Up to and including the line containing "fault. Seeded, so a failure", set down each line of the entries below exactly, starting from the first, and leave out the rest.

Dataset entries:
+ + + + + + +

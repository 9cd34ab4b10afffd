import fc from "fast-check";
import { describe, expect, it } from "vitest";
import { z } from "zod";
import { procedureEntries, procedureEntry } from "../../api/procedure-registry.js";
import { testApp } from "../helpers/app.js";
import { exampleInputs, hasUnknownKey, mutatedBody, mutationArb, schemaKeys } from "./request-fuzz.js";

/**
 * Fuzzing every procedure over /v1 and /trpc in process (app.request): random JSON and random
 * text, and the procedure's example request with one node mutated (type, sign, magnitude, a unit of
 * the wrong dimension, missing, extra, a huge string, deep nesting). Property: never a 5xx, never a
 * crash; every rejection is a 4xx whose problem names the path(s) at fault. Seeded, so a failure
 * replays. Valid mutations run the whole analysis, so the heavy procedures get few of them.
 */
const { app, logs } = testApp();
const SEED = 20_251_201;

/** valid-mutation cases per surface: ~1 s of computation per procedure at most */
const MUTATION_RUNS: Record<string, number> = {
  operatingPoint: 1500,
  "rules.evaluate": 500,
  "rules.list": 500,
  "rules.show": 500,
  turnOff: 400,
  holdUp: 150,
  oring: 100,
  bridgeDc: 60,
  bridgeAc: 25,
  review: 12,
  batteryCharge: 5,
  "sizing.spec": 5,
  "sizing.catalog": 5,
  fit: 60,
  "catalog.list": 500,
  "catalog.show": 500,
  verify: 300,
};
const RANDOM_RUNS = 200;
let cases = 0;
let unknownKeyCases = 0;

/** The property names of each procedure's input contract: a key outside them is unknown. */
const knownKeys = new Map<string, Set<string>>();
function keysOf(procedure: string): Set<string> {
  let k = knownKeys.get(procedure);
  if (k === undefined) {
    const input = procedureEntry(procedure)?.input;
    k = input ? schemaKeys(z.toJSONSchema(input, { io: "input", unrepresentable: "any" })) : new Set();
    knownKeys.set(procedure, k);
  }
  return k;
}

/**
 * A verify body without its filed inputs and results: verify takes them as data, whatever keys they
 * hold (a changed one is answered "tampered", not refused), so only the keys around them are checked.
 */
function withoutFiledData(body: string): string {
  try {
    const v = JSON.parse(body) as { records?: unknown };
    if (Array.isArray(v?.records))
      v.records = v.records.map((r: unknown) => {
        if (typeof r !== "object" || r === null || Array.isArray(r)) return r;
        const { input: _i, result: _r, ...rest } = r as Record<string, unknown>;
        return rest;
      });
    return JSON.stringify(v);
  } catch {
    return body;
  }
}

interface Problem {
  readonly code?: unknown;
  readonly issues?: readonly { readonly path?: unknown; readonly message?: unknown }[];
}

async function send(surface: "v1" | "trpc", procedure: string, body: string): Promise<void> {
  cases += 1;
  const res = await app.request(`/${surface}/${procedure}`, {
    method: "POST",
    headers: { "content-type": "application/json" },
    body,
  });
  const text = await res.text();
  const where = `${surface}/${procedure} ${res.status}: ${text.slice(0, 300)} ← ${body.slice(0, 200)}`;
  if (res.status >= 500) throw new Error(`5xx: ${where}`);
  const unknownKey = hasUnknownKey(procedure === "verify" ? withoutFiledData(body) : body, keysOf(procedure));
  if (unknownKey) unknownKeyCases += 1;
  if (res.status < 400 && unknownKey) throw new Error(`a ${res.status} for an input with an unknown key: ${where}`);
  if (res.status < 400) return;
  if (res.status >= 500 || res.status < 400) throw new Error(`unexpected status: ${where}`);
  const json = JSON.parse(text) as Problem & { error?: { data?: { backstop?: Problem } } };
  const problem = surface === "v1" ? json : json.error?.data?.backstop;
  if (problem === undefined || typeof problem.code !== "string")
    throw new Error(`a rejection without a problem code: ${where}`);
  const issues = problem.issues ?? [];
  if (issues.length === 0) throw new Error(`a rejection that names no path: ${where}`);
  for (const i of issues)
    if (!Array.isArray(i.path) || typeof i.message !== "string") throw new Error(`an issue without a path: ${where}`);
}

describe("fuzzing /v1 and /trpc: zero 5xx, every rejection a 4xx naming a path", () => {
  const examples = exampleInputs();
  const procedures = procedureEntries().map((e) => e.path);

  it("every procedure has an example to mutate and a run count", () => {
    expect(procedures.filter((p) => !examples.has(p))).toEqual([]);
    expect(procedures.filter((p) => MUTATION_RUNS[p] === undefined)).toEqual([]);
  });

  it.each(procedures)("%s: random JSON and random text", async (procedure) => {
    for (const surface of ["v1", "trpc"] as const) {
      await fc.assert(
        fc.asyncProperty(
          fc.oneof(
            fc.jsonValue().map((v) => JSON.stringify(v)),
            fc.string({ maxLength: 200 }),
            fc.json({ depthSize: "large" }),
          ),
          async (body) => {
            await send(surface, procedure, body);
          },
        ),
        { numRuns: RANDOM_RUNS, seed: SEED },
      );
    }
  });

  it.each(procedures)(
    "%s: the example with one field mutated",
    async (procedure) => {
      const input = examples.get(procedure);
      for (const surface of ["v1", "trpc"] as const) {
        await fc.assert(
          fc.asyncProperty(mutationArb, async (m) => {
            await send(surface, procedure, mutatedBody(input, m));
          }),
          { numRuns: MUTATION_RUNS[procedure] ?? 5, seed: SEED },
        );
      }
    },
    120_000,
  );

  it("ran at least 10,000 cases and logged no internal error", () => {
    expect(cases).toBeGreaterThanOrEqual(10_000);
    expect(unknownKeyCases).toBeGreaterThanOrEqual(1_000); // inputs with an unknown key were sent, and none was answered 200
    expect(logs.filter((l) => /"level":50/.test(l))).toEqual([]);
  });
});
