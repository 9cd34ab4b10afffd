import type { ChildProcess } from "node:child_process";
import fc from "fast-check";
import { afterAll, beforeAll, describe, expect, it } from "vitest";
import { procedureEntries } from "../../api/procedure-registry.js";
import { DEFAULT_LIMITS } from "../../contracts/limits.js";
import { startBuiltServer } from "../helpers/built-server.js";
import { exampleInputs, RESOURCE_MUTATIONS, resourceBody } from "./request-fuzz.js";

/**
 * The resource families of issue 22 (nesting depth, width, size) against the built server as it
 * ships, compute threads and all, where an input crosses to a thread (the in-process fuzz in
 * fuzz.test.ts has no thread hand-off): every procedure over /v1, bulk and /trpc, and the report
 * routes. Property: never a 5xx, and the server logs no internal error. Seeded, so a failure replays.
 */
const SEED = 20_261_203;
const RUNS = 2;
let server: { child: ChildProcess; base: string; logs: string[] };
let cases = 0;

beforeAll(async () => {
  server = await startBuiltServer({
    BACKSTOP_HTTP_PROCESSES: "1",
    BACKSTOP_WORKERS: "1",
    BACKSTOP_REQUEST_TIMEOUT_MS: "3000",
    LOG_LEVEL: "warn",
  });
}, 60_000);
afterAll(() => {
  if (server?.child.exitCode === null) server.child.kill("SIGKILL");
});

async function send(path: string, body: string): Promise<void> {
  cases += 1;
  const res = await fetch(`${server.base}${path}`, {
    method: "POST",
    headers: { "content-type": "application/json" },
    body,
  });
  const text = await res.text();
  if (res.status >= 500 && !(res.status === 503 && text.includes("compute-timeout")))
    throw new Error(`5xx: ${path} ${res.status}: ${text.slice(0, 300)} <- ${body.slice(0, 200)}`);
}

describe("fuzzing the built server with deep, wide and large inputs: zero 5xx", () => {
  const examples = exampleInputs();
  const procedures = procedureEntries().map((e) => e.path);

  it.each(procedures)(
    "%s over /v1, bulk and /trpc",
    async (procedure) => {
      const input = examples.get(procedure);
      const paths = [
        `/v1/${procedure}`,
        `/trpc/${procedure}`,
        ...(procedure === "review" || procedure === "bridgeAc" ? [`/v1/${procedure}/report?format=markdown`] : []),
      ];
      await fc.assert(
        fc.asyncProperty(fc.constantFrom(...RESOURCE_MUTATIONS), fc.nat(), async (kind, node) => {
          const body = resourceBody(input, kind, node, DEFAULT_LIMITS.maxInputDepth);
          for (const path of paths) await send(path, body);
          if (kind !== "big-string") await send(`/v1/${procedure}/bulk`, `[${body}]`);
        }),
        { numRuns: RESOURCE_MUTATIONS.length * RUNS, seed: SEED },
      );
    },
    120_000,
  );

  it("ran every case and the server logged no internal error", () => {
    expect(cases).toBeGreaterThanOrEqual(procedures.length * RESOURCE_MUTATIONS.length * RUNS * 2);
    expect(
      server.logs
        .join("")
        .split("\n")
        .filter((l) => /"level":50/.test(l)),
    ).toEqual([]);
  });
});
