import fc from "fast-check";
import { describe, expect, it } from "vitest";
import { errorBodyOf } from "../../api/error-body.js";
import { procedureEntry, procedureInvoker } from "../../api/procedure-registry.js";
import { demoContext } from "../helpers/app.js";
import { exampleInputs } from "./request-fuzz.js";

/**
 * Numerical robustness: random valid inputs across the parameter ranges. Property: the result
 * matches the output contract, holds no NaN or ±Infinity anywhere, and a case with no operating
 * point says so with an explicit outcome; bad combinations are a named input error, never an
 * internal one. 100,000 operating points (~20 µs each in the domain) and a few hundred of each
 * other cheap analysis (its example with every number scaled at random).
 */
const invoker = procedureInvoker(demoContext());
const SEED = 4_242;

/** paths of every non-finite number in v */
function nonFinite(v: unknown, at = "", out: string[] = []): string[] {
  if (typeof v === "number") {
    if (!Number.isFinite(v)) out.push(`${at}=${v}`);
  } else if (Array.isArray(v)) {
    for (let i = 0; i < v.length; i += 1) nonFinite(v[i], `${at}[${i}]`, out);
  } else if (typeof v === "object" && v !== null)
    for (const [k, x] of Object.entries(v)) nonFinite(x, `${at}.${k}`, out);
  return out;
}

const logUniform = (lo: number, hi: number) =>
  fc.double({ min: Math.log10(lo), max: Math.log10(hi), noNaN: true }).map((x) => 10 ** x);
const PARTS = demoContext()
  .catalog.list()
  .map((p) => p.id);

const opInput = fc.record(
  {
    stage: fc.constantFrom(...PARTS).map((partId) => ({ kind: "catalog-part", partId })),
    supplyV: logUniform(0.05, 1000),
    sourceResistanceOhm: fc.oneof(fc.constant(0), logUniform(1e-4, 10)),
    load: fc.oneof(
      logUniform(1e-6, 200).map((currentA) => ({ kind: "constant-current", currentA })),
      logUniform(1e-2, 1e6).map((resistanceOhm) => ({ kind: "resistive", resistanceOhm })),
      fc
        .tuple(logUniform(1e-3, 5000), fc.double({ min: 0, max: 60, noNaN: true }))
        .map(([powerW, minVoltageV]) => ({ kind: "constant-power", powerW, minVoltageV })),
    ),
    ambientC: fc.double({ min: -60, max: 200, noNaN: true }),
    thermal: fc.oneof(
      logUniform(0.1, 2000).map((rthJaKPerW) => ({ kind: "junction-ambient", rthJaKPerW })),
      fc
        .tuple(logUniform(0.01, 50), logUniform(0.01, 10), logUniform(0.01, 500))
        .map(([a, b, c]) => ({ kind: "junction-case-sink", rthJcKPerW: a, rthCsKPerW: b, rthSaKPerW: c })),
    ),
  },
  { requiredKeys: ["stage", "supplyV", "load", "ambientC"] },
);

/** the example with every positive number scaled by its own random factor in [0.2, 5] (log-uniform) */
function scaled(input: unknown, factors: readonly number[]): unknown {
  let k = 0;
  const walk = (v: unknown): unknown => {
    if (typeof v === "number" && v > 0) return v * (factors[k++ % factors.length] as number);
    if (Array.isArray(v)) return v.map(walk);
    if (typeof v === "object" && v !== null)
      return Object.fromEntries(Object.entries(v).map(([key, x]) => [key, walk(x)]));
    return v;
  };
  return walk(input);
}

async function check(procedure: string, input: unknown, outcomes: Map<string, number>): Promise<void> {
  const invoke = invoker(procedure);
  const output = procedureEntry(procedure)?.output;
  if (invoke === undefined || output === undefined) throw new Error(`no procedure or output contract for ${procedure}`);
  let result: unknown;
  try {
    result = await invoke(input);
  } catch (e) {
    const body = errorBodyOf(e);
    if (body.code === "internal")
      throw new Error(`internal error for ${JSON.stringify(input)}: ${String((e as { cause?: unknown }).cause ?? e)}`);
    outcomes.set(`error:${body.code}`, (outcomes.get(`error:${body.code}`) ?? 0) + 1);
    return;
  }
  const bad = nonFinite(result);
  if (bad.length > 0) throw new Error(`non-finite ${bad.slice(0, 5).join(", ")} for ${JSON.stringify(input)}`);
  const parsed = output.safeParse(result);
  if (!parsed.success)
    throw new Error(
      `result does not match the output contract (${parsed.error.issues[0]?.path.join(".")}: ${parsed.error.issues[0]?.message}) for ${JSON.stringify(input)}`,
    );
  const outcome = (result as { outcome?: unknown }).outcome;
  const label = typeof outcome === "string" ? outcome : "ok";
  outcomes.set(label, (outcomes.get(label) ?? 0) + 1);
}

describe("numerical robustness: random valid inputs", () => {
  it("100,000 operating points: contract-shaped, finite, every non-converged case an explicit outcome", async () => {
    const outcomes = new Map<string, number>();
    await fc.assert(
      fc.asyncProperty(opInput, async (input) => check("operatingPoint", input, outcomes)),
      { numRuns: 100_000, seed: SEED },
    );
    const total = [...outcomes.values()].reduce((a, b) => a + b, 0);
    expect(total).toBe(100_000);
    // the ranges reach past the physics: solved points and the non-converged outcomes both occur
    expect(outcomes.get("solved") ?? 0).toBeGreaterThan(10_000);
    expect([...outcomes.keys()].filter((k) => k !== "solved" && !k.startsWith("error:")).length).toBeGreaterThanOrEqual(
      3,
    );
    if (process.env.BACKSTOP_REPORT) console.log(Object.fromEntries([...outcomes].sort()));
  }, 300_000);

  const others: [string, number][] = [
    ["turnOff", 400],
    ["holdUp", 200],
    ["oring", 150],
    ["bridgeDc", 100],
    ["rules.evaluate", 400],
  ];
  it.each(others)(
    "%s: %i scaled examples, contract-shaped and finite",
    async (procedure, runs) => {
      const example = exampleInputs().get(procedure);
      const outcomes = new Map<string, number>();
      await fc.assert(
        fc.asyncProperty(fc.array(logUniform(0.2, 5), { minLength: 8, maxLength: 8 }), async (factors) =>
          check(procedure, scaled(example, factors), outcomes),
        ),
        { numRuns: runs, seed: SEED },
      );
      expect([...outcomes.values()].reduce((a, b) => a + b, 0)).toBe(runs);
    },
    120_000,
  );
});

+ + + + + + +

Exercise solution
repository 9cd34ab4b10afffd
import fc from "fast-check";
import { describe, expect, it } from "vitest";
import { z } from "zod";
import { procedureEntries, procedureEntry } from "../../api/procedure-registry.js";
import { testApp } from "../helpers/app.js";
import { exampleInputs, hasUnknownKey, mutatedBody, mutationArb, schemaKeys } from "./request-fuzz.js";

/**
 * Fuzzing every procedure over /v1 and /trpc in process (app.request): random JSON and random
 * text, and the procedure's example request with one node mutated (type, sign, magnitude, a unit of
 * the wrong dimension, missing, extra, a huge string, deep nesting). Property: never a 5xx, never a
 * crash; every rejection is a 4xx whose problem names the path(s) at fault. Seeded, so a failure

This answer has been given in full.